[Opening Information given section]
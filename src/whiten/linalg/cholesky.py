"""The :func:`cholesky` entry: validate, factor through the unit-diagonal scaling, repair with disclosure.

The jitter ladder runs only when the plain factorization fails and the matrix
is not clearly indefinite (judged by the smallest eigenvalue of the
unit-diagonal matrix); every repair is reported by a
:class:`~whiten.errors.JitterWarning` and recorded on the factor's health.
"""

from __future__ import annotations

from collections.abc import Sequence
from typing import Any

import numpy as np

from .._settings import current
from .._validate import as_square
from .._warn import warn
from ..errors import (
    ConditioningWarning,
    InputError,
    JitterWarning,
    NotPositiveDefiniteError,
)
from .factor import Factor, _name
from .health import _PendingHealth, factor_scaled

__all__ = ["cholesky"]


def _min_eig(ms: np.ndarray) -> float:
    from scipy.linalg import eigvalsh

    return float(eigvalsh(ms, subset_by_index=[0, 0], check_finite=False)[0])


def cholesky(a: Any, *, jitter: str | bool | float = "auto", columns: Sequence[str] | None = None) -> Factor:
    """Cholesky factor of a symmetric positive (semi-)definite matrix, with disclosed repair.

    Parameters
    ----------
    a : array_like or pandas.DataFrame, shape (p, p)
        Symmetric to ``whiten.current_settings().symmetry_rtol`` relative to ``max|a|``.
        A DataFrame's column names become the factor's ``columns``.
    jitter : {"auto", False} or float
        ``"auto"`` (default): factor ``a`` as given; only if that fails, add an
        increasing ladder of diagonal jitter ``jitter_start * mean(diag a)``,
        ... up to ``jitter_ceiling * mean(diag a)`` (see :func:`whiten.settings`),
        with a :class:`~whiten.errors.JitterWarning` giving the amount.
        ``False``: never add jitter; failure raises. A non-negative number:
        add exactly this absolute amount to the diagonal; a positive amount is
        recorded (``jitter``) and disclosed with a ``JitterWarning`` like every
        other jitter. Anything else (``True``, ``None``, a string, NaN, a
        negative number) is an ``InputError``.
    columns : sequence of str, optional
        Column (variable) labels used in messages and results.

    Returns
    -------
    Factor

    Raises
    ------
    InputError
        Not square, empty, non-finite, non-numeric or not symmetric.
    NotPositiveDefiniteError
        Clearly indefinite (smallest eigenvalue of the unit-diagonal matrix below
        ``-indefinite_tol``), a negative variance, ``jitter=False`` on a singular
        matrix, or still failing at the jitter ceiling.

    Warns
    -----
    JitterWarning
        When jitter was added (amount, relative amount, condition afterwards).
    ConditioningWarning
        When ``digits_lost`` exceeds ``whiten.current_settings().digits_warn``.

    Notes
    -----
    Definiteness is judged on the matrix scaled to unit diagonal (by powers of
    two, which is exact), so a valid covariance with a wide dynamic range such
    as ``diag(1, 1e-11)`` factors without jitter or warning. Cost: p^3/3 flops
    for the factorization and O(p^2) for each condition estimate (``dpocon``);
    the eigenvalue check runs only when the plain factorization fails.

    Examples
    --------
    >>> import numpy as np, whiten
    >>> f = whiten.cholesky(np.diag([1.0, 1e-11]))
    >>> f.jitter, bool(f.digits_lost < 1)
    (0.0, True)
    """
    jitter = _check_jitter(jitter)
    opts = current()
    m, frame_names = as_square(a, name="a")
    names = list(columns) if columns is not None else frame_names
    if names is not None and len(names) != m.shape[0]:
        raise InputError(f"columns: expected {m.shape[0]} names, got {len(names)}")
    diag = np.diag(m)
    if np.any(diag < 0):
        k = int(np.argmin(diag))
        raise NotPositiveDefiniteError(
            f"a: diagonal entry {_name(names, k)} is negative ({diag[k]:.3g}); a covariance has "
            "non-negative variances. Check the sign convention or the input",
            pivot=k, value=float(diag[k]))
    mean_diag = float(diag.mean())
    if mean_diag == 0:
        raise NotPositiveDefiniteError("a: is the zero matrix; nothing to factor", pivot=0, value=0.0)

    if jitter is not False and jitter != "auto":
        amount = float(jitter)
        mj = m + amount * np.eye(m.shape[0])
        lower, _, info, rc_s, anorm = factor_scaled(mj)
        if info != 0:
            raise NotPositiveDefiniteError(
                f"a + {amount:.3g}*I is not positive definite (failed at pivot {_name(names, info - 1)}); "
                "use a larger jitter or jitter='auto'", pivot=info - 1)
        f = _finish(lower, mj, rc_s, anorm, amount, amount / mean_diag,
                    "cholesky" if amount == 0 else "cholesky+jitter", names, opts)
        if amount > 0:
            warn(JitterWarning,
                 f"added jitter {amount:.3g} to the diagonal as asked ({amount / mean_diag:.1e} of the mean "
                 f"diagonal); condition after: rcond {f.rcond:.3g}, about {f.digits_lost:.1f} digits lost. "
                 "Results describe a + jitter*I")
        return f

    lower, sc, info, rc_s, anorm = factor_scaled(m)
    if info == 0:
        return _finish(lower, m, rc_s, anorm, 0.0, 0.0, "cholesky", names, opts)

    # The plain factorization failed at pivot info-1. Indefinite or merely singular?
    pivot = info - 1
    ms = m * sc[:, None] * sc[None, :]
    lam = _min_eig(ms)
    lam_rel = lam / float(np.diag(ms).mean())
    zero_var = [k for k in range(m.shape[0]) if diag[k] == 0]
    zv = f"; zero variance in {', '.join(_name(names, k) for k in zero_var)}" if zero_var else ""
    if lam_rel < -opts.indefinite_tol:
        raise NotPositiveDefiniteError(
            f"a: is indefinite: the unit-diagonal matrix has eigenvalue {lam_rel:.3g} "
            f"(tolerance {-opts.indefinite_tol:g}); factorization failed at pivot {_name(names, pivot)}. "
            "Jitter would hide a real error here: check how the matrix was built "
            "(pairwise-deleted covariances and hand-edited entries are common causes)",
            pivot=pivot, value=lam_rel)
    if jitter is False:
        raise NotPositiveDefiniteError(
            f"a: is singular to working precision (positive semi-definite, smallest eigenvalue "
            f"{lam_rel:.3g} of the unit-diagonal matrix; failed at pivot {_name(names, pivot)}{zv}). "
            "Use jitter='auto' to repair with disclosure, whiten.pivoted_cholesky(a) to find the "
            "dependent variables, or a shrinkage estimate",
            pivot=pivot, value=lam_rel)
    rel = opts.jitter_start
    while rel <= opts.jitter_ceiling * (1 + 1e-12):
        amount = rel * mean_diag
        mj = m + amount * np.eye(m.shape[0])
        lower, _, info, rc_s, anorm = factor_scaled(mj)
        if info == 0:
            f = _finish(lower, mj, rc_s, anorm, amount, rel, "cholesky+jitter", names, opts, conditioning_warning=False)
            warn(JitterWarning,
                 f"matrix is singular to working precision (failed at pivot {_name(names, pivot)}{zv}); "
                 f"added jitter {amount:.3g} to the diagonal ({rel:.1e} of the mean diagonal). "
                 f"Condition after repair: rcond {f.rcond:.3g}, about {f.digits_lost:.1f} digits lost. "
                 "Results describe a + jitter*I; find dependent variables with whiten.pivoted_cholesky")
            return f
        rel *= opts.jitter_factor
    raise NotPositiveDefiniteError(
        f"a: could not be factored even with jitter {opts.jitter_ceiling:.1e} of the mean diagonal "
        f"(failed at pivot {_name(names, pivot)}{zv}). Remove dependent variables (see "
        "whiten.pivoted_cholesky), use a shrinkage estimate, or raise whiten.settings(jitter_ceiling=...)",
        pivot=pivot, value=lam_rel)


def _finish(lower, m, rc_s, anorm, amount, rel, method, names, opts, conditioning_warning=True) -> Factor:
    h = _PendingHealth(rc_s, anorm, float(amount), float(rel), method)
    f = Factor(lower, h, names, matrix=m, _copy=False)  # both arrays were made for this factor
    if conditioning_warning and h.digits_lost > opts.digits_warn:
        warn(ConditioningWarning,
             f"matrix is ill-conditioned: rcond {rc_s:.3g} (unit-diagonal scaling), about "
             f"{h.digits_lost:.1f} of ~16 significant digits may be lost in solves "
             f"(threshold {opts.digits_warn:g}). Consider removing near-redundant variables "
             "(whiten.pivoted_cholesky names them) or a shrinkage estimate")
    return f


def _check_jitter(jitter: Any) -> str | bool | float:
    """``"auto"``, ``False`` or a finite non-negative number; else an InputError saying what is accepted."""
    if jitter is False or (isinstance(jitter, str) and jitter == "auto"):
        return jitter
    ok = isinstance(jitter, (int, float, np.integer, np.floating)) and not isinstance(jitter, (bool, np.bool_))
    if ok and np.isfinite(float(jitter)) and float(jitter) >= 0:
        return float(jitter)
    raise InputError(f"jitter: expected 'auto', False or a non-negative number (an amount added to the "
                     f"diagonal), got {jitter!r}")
[Closing Information given section]
Which lines of the records hold the string "dependent"? Copy each one.

            "dependent variables, or a shrinkage estimate",
                 "Results describe a + jitter*I; find dependent variables with whiten.pivoted_cholesky")
        f"(failed at pivot {_name(names, pivot)}{zv}). Remove dependent variables (see "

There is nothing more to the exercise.